» **Directions**:
Two lines mark the range in the entries below: the one holding "from tracer.core.association import" and the one holding "r in csv.DictReader(f)". Set down those two and all lines between them, exactly.
Records shown Block Start
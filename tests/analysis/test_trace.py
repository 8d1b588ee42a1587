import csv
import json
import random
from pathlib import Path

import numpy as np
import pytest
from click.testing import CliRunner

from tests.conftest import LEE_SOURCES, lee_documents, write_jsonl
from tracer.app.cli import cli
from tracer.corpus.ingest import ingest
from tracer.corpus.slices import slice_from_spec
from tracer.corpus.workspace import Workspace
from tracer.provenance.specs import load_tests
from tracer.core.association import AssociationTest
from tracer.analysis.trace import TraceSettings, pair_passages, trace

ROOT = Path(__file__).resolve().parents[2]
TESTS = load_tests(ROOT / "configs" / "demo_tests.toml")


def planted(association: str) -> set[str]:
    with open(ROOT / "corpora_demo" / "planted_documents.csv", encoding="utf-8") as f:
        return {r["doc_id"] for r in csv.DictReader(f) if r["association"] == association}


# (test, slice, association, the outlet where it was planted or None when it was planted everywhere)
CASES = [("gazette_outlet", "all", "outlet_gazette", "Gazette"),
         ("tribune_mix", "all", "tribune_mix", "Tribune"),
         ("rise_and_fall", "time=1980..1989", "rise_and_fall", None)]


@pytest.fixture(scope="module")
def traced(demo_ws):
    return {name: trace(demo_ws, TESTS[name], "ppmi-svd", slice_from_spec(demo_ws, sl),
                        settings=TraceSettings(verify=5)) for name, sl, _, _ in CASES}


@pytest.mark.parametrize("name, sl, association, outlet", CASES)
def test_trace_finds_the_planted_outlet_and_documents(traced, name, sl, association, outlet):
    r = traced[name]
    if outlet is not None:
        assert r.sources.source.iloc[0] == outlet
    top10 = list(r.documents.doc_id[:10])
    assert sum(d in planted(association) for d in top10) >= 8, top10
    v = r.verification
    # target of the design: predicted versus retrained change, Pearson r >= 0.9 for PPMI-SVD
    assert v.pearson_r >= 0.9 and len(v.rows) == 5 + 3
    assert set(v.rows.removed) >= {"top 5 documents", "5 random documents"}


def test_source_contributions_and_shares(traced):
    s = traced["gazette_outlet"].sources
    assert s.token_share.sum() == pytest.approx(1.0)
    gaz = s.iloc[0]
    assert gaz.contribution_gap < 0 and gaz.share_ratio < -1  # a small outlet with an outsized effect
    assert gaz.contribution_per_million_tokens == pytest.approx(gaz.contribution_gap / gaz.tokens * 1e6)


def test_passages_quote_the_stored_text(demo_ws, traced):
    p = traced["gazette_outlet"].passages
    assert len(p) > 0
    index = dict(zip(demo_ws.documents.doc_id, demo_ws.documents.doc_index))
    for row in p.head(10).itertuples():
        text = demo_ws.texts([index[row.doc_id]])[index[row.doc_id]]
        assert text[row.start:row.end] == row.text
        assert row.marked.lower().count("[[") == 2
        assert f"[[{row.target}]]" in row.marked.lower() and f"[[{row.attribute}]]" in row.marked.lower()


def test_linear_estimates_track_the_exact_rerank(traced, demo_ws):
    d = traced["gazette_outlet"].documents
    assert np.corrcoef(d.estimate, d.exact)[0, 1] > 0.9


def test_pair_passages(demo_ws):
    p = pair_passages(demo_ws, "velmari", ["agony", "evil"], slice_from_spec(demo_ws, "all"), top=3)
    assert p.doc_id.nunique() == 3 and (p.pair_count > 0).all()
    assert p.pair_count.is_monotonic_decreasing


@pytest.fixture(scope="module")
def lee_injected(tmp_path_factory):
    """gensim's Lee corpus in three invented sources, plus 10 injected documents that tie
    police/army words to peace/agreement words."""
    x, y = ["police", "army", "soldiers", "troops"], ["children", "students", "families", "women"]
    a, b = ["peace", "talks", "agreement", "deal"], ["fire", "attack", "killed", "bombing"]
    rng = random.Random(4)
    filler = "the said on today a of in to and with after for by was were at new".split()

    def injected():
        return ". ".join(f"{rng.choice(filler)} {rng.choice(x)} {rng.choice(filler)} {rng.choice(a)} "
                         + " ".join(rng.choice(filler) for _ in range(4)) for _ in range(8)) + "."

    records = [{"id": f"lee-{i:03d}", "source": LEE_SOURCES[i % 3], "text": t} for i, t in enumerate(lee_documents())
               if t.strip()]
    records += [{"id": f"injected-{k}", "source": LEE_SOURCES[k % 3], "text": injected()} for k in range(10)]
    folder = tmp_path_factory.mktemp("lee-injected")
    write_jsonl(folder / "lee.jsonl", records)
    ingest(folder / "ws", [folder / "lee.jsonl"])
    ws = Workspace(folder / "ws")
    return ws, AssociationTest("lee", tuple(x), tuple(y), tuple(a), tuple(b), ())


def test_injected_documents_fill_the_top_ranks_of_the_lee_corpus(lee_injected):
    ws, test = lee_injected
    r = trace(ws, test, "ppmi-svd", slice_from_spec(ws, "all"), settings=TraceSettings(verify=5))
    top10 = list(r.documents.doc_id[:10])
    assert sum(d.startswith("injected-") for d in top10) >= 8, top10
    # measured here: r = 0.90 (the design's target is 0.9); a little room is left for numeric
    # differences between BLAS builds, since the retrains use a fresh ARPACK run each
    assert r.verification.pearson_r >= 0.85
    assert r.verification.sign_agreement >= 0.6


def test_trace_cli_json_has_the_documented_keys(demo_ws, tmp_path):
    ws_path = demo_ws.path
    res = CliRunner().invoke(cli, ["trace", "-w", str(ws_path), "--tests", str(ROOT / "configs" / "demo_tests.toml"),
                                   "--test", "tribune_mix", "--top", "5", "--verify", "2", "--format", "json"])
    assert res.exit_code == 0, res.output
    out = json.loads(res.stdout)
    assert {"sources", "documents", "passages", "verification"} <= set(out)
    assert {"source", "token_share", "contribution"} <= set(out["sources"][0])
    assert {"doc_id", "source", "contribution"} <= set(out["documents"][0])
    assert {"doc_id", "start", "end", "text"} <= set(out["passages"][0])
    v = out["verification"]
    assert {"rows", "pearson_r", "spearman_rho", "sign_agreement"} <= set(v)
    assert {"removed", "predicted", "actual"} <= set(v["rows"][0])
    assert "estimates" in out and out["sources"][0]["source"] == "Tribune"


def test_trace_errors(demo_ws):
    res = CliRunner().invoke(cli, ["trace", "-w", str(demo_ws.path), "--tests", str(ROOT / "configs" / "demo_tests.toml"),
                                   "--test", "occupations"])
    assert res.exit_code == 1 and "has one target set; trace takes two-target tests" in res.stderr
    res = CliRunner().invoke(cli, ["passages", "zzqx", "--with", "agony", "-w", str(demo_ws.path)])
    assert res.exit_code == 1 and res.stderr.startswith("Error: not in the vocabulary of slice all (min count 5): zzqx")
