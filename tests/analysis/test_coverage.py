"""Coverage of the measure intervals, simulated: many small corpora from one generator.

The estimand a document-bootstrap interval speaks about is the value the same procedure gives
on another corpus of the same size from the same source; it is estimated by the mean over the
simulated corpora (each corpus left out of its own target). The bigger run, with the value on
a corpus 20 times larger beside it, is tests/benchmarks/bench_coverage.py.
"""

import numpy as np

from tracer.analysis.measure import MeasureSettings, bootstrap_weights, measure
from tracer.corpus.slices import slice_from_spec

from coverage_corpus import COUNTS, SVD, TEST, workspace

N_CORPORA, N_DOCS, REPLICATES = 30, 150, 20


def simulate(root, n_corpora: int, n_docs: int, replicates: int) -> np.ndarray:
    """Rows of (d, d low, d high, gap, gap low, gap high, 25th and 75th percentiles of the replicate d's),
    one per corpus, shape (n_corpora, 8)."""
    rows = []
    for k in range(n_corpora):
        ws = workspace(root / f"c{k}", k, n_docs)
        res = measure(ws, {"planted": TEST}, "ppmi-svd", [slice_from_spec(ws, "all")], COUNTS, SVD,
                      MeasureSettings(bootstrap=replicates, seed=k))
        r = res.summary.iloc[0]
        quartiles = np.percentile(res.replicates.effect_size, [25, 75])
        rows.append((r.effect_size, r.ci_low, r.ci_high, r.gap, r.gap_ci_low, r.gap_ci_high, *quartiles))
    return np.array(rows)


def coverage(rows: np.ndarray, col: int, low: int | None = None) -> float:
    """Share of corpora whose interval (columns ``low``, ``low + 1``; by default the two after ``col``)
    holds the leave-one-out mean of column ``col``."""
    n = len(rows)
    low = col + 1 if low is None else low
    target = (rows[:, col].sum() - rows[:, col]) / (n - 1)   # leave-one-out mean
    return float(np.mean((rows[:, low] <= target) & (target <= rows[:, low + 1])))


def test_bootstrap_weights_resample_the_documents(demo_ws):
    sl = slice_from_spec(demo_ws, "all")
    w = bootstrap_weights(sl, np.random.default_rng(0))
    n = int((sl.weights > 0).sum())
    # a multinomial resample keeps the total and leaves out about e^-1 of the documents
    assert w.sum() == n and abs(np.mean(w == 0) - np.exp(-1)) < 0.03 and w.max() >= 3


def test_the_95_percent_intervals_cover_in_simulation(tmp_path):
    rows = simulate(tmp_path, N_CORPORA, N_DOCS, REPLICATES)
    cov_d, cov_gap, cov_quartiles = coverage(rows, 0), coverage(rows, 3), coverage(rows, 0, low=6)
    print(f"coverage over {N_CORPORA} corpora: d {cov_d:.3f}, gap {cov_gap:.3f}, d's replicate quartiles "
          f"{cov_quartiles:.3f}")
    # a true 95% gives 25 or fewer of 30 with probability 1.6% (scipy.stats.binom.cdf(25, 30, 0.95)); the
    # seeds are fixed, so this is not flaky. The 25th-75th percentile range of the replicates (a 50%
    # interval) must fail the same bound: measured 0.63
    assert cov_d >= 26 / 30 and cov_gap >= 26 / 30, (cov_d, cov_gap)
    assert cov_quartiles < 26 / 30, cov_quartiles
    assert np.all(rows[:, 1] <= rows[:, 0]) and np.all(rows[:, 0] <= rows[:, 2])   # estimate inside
Records shown Block End
» **Written response**:
from tracer.core.association import AssociationTest
from tracer.analysis.trace import TraceSettings, pair_passages, trace

ROOT = Path(__file__).resolve().parents[2]
TESTS = load_tests(ROOT / "configs" / "demo_tests.toml")


def planted(association: str) -> set[str]:
    with open(ROOT / "corpora_demo" / "planted_documents.csv", encoding="utf-8") as f:
        return {r["doc_id"] for r in csv.DictReader(f) if r["association"] == association}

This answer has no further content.